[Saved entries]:
[Start of Attachment]

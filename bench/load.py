"""Bounded mixed load against the real gunicorn server on 127.0.0.1.

16 concurrent clients for 60 s (both bounded; loopback only) send a mix of light (plate at
points), medium (layers with solve_for, transient with a target) and heavy (finite-volume grid)
requests. Reports requests per second and p50/p99 latency per class, the error count (must be
zero), and the workers' resident memory before and after at least 10,000 requests. Each client
keeps its connection alive and sends `Cache-Control: no-cache`, so every request is solved
(the bodies repeat, and reused answers would otherwise make this a test of look-ups).

    .venv/bin/python bench/load.py [--clients 16] [--seconds 60] [--min-requests 10000]
"""

from __future__ import annotations

import argparse
import itertools
import pathlib
import statistics
import sys
import threading
import time

import requests

sys.path.insert(0, str(pathlib.Path(__file__).resolve().parent))
import _server  # noqa: E402

PLATE = {"width": 0.6, "height": 0.4, "conductivity": 50,
         "edges": {"bottom": {"type": "temperature", "value": 70}, "left": {"type": "insulated"},
                   "right": {"type": "convection", "film_coefficient": 15, "ambient": 5},
                   "top": {"type": "convection", "film_coefficient": 10, "ambient": 5}},
         "points": [[0.1, 0.1], [0.3, 0.2], [0.5, 0.3], [0.6, 0.4], [0.0, 0.0]]}
LAYERS = {"geometry": "cylinder", "inner_radius": 0.0545, "length": 1.0,
          "layers": [{"name": "pipe", "thickness": 0.004, "conductivity": 45},
                     {"name": "insulation", "thickness": 0.05, "conductivity": 0.04}],
          "inside": {"type": "convection", "film_coefficient": 1000, "ambient": 250},
          "outside": {"type": "convection_radiation", "film_coefficient": 8, "ambient": 20,
                      "emissivity": 0.9, "surroundings": 20},
          "solve_for": {"layer": 1, "target": {"surface_temperature": 55}}}
TRANSIENT = {"shape": "cylinder", "radius": 0.05, "conductivity": 45, "density": 7800,
             "specific_heat": 460, "initial_temperature": 900,
             "surface": {"type": "convection", "film_coefficient": 500, "ambient": 30},
             "times": [60, 600, 3600], "positions": [0, 0.025, 0.05],
             "target": {"temperature": 200, "position": 0}}
GRID = {"width": 0.5, "height": 0.05, "cells": {"nx": 200, "ny": 40}, "conductivity": 0.04,
        "zones": [{"name": "steel", "region": [0.2, 0, 0.3, 0.05], "conductivity": 50}],
        "edges": {"bottom": {"type": "temperature", "value": 150},
                  "top": {"type": "convection", "film_coefficient": 10, "ambient": 20},
                  "left": {"type": "insulated"}, "right": {"type": "insulated"}},
        "points": [[0.25, 0.05]]}
PLATE_HEAVY = {**PLATE, "points": [], "grid": {"nx": 101, "ny": 101}}

# (class, path, body, weight in the mix)
MIX = [("light: plate 5 points", "/v1/plate", PLATE, 6),
       ("medium: layers solve_for", "/v1/layers", LAYERS, 2),
       ("medium: transient target", "/v1/transient", TRANSIENT, 2),
       ("heavy: grid 8000 cells", "/v1/grid", GRID, 1),
       ("heavy: plate 101x101", "/v1/plate", PLATE_HEAVY, 1)]


def worker_rss(master_pid: int) -> dict[int, int]:
    """Resident memory (KiB) of each gunicorn worker (children of the master)."""
    out = {}
    for task in pathlib.Path(f"/proc/{master_pid}/task").iterdir():
        children = (task / "children").read_text().split()
        for pid in children:
            status = pathlib.Path(f"/proc/{pid}/status").read_text()
            rss = next(line for line in status.splitlines() if line.startswith("VmRSS"))
            out[int(pid)] = int(rss.split()[1])
    return out


def main() -> int:
    parser = argparse.ArgumentParser()
    parser.add_argument("--clients", type=int, default=16)
    parser.add_argument("--seconds", type=float, default=60.0)
    parser.add_argument("--min-requests", type=int, default=10_000)
    parser.add_argument("--max-seconds", type=float, default=300.0, help="hard stop")
    args = parser.parse_args()
    proc, base = _server.start(workers=2)
    schedule = list(itertools.chain.from_iterable([m] * m[3] for m in MIX))
    results: dict[str, list[float]] = {m[0]: [] for m in MIX}
    errors: dict[str, int] = {m[0]: 0 for m in MIX}
    lock = threading.Lock()
    count = 0
    try:
        for name, path, body, _ in MIX:  # warm-up, and check every class answers
            r = requests.post(base + path, json=body, timeout=60)
            if r.status_code != 200:
                print(f"{name}: warm-up answered {r.status_code}: {r.text[:300]}")
        before = worker_rss(proc.pid)
        started = time.monotonic()
        hard_stop = started + args.max_seconds

        def client(offset: int) -> None:
            nonlocal count
            session = requests.Session()  # keeps its connection alive
            # every request solved: the same few bodies repeat, and this measures solving
            # under mixed load, not reused answers
            session.headers["Cache-Control"] = "no-cache"
            for i in itertools.count(offset):
                now = time.monotonic()
                with lock:
                    done = count >= args.min_requests
                if now > hard_stop or (now - started > args.seconds and done):
                    return
                name, path, body, _ = schedule[i % len(schedule)]
                t0 = time.perf_counter()
                try:
                    ok = session.post(base + path, json=body, timeout=60).status_code == 200
                except requests.RequestException:
                    ok = False
                elapsed = time.perf_counter() - t0
                with lock:
                    count += 1
                    results[name].append(elapsed)
                    errors[name] += not ok

        threads = [threading.Thread(target=client, args=(k * 3,)) for k in range(args.clients)]
        for t in threads:
            t.start()
        for t in threads:
            t.join()
        wall = time.monotonic() - started
        after = worker_rss(proc.pid)
    finally:
        _server.stop(proc)
    print(f"{args.clients} clients, {wall:.0f} s, {count} requests, "
          f"{count / wall:.0f} requests/s overall (2 workers, loopback, kept-alive "
          f"connections, every request solved)")
    print(f"{'class':<28} {'requests':>8} {'req/s':>7} {'p50 ms':>8} {'p99 ms':>8} {'errors':>7}")
    for name, times in results.items():
        if len(times) < 2:
            continue
        q = statistics.quantiles(times, n=100)
        print(f"{name:<28} {len(times):>8} {len(times) / wall:>7.0f} {q[49] * 1e3:>8.1f} "
              f"{q[98] * 1e3:>8.1f} {errors[name]:>7}")
    print("worker memory (RSS, MiB) before -> after:")
    for pid in sorted(before):
        after_kib = after.get(pid)
        tail = f"{after_kib / 1024:.0f}" if after_kib else "(replaced)"
        print(f"  pid {pid}: {before[pid] / 1024:.0f} -> {tail}")
    return 1 if sum(errors.values()) else 0


if __name__ == "__main__":
    sys.exit(main())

[End of Attachment]

[Exercise]: Would you please write the entries out again in full, exactly as given?

[Exercise response]:
filename bench/load.py
"""Bounded mixed load against the real gunicorn server on 127.0.0.1.

16 concurrent clients for 60 s (both bounded; loopback only) send a mix of light (plate at
points), medium (layers with solve_for, transient with a target) and heavy (finite-volume grid)
requests. Reports requests per second and p50/p99 latency per class, the error count (must be
zero), and the workers' resident memory before and after at least 10,000 requests. Each client
keeps its connection alive and sends `Cache-Control: no-cache`, so every request is solved
(the bodies repeat, and reused answers would otherwise make this a test of look-ups).

    .venv/bin/python bench/load.py [--clients 16] [--seconds 60] [--min-requests 10000]
"""

from __future__ import annotations

import argparse
import itertools
import pathlib
import statistics
import sys
import threading
import time

import requests

sys.path.insert(0, str(pathlib.Path(__file__).resolve().parent))
import _server  # noqa: E402

PLATE = {"width": 0.6, "height": 0.4, "conductivity": 50,
         "edges": {"bottom": {"type": "temperature", "value": 70}, "left": {"type": "insulated"},
                   "right": {"type": "convection", "film_coefficient": 15, "ambient": 5},
                   "top": {"type": "convection", "film_coefficient": 10, "ambient": 5}},
         "points": [[0.1, 0.1], [0.3, 0.2], [0.5, 0.3], [0.6, 0.4], [0.0, 0.0]]}
LAYERS = {"geometry": "cylinder", "inner_radius": 0.0545, "length": 1.0,
          "layers": [{"name": "pipe", "thickness": 0.004, "conductivity": 45},
                     {"name": "insulation", "thickness": 0.05, "conductivity": 0.04}],
          "inside": {"type": "convection", "film_coefficient": 1000, "ambient": 250},
          "outside": {"type": "convection_radiation", "film_coefficient": 8, "ambient": 20,
                      "emissivity": 0.9, "surroundings": 20},
          "solve_for": {"layer": 1, "target": {"surface_temperature": 55}}}
TRANSIENT = {"shape": "cylinder", "radius": 0.05, "conductivity": 45, "density": 7800,
             "specific_heat": 460, "initial_temperature": 900,
             "surface": {"type": "convection", "film_coefficient": 500, "ambient": 30},
             "times": [60, 600, 3600], "positions": [0, 0.025, 0.05],
             "target": {"temperature": 200, "position": 0}}
GRID = {"width": 0.5, "height": 0.05, "cells": {"nx": 200, "ny": 40}, "conductivity": 0.04,
        "zones": [{"name": "steel", "region": [0.2, 0, 0.3, 0.05], "conductivity": 50}],
        "edges": {"bottom": {"type": "temperature", "value": 150},
                  "top": {"type": "convection", "film_coefficient": 10, "ambient": 20},
                  "left": {"type": "insulated"}, "right": {"type": "insulated"}},
        "points": [[0.25, 0.05]]}
PLATE_HEAVY = {**PLATE, "points": [], "grid": {"nx": 101, "ny": 101}}

# (class, path, body, weight in the mix)
MIX = [("light: plate 5 points", "/v1/plate", PLATE, 6),
       ("medium: layers solve_for", "/v1/layers", LAYERS, 2),
       ("medium: transient target", "/v1/transient", TRANSIENT, 2),
       ("heavy: grid 8000 cells", "/v1/grid", GRID, 1),
       ("heavy: plate 101x101", "/v1/plate", PLATE_HEAVY, 1)]


def worker_rss(master_pid: int) -> dict[int, int]:
    """Resident memory (KiB) of each gunicorn worker (children of the master)."""
    out = {}
    for task in pathlib.Path(f"/proc/{master_pid}/task").iterdir():
        children = (task / "children").read_text().split()
        for pid in children:
            status = pathlib.Path(f"/proc/{pid}/status").read_text()
            rss = next(line for line in status.splitlines() if line.startswith("VmRSS"))
            out[int(pid)] = int(rss.split()[1])
    return out


def main() -> int:
    parser = argparse.ArgumentParser()
    parser.add_argument("--clients", type=int, default=16)
    parser.add_argument("--seconds", type=float, default=60.0)
    parser.add_argument("--min-requests", type=int, default=10_000)
    parser.add_argument("--max-seconds", type=float, default=300.0, help="hard stop")
    args = parser.parse_args()
    proc, base = _server.start(workers=2)
    schedule = list(itertools.chain.from_iterable([m] * m[3] for m in MIX))
    results: dict[str, list[float]] = {m[0]: [] for m in MIX}
    errors: dict[str, int] = {m[0]: 0 for m in MIX}
    lock = threading.Lock()
    count = 0
    try:
        for name, path, body, _ in MIX:  # warm-up, and check every class answers
            r = requests.post(base + path, json=body, timeout=60)
            if r.status_code != 200:
                print(f"{name}: warm-up answered {r.status_code}: {r.text[:300]}")
        before = worker_rss(proc.pid)
        started = time.monotonic()
        hard_stop = started + args.max_seconds

        def client(offset: int) -> None:
            nonlocal count
            session = requests.Session()  # keeps its connection alive
            # every request solved: the same few bodies repeat, and this measures solving
            # under mixed load, not reused answers
            session.headers["Cache-Control"] = "no-cache"
            for i in itertools.count(offset):
                now = time.monotonic()
                with lock:
                    done = count >= args.min_requests
                if now > hard_stop or (now - started > args.seconds and done):
                    return
                name, path, body, _ = schedule[i % len(schedule)]
                t0 = time.perf_counter()
                try:
                    ok = session.post(base + path, json=body, timeout=60).status_code == 200
                except requests.RequestException:
                    ok = False
                elapsed = time.perf_counter() - t0
                with lock:
                    count += 1
                    results[name].append(elapsed)
                    errors[name] += not ok

        threads = [threading.Thread(target=client, args=(k * 3,)) for k in range(args.clients)]
        for t in threads:
            t.start()
        for t in threads:
            t.join()
        wall = time.monotonic() - started
        after = worker_rss(proc.pid)
    finally:
        _server.stop(proc)
    print(f"{args.clients} clients, {wall:.0f} s, {count} requests, "
          f"{count / wall:.0f} requests/s overall (2 workers, loopback, kept-alive "
          f"connections, every request solved)")
    print(f"{'class':<28} {'requests':>8} {'req/s':>7} {'p50 ms':>8} {'p99 ms':>8} {'errors':>7}")
    for name, times in results.items():
        if len(times) < 2:
            continue
        q = statistics.quantiles(times, n=100)
        print(f"{name:<28} {len(times):>8} {len(times) / wall:>7.0f} {q[49] * 1e3:>8.1f} "
              f"{q[98] * 1e3:>8.1f} {errors[name]:>7}")
    print("worker memory (RSS, MiB) before -> after:")
    for pid in sorted(before):
        after_kib = after.get(pid)
        tail = f"{after_kib / 1024:.0f}" if after_kib else "(replaced)"
        print(f"  pid {pid}: {before[pid] / 1024:.0f} -> {tail}")
    return 1 if sum(errors.values()) else 0


if __name__ == "__main__":
    sys.exit(main())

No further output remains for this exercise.